• Task goal:
Only lines containing the word "amplitude" belong in the answer; copy each one from the records.

Items listed in a dataset:
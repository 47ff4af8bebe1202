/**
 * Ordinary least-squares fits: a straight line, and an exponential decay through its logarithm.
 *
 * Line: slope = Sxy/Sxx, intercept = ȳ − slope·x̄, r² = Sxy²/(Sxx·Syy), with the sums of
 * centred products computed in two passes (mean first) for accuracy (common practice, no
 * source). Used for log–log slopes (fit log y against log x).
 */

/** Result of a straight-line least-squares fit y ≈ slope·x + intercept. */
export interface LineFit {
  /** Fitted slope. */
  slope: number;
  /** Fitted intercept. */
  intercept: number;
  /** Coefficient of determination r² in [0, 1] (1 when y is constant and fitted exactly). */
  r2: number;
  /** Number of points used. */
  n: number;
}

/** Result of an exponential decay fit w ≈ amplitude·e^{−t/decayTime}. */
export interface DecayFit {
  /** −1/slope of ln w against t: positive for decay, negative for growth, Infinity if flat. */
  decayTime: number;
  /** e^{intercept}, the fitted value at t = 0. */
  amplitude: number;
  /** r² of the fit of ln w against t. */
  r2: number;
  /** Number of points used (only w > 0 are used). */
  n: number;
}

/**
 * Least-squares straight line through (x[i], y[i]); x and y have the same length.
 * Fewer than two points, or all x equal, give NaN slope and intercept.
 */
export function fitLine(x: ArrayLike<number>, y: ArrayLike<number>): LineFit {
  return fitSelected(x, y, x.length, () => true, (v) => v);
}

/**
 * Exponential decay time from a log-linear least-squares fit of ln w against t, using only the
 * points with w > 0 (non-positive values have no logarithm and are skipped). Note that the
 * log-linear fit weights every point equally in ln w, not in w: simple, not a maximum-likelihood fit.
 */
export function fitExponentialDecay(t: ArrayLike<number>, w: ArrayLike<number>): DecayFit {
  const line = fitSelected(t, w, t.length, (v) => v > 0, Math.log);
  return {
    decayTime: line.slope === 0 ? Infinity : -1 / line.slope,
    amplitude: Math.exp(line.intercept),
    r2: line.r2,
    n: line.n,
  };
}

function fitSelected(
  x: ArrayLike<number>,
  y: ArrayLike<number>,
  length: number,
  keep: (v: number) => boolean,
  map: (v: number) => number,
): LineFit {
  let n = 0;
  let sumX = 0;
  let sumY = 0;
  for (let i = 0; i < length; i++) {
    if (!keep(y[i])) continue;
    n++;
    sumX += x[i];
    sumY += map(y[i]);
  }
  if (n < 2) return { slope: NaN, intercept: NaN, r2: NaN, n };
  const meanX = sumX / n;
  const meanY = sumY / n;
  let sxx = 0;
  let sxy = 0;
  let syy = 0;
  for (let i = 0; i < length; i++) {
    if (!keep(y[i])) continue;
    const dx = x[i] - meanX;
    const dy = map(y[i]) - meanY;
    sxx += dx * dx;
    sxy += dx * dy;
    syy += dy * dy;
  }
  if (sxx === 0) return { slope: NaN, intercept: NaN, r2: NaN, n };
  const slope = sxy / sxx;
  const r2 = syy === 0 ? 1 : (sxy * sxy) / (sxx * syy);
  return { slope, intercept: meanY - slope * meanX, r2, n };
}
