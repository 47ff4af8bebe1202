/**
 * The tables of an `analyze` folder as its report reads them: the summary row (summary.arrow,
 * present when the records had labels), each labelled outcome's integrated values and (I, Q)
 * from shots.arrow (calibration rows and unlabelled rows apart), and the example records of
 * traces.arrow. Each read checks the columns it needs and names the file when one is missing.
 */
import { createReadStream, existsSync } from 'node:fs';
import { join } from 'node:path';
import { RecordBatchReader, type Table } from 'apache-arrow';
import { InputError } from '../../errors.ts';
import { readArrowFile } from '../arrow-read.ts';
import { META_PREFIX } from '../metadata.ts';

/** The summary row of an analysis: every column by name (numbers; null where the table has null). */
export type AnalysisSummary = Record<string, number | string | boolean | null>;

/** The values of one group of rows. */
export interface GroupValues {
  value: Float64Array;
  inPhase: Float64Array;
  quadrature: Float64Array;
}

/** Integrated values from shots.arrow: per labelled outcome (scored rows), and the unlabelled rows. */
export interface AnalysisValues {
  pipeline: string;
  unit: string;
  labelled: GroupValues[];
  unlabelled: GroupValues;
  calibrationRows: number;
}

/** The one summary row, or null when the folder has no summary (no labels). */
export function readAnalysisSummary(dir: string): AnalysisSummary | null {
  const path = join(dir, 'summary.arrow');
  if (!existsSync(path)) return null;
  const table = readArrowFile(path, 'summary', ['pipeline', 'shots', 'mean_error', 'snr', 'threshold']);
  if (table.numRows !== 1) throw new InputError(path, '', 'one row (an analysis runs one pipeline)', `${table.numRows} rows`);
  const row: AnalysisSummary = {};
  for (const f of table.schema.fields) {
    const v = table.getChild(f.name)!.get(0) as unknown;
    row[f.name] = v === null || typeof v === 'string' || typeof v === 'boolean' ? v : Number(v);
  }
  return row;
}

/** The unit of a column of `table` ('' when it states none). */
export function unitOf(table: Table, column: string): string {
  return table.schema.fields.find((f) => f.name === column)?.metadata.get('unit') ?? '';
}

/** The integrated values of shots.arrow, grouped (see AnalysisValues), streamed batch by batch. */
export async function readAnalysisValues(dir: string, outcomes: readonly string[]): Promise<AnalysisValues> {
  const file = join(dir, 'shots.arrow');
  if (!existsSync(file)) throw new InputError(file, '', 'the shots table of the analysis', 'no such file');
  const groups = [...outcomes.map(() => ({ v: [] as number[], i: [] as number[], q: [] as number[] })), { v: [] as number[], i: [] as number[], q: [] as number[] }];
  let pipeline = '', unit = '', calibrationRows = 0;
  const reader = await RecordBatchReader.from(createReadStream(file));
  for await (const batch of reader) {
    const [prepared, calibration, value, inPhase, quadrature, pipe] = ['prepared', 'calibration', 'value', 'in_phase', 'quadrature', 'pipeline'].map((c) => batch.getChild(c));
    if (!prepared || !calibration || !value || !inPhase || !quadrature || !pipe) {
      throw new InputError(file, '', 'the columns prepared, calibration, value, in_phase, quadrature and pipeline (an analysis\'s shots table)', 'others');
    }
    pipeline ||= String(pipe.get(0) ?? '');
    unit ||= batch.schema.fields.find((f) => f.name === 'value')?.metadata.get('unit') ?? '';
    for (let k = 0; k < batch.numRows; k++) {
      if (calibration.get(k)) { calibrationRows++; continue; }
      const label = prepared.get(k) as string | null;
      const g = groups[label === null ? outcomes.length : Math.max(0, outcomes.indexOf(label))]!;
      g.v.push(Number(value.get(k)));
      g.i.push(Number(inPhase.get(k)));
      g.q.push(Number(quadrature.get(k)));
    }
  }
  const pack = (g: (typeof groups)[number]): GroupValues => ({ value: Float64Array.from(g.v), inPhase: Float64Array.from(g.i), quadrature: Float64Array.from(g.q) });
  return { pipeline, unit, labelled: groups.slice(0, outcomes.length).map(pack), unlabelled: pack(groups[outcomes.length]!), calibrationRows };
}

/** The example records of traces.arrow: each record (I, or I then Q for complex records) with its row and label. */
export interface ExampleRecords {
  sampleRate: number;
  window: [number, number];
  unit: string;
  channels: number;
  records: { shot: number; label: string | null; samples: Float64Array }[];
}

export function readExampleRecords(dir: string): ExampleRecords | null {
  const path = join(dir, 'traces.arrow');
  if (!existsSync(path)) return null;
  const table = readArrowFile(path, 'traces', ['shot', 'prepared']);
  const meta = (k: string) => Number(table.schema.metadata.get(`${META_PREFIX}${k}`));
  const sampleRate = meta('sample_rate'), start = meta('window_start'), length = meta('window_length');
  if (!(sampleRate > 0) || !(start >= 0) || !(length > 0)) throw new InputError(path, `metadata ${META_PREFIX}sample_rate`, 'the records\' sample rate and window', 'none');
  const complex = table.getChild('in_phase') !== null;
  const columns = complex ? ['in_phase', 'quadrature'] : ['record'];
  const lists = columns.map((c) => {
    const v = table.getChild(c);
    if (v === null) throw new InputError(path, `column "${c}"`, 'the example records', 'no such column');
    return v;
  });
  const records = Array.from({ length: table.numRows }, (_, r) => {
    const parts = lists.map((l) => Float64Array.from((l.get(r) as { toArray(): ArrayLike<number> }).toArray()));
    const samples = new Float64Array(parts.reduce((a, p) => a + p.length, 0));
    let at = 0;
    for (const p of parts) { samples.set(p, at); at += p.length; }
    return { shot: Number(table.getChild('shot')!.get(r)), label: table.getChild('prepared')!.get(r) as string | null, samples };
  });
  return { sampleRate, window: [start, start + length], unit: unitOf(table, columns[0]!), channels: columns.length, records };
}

• Reply:
/** Result of an exponential decay fit w ≈ amplitude·e^{−t/decayTime}. */
  amplitude: number;
    amplitude: Math.exp(line.intercept),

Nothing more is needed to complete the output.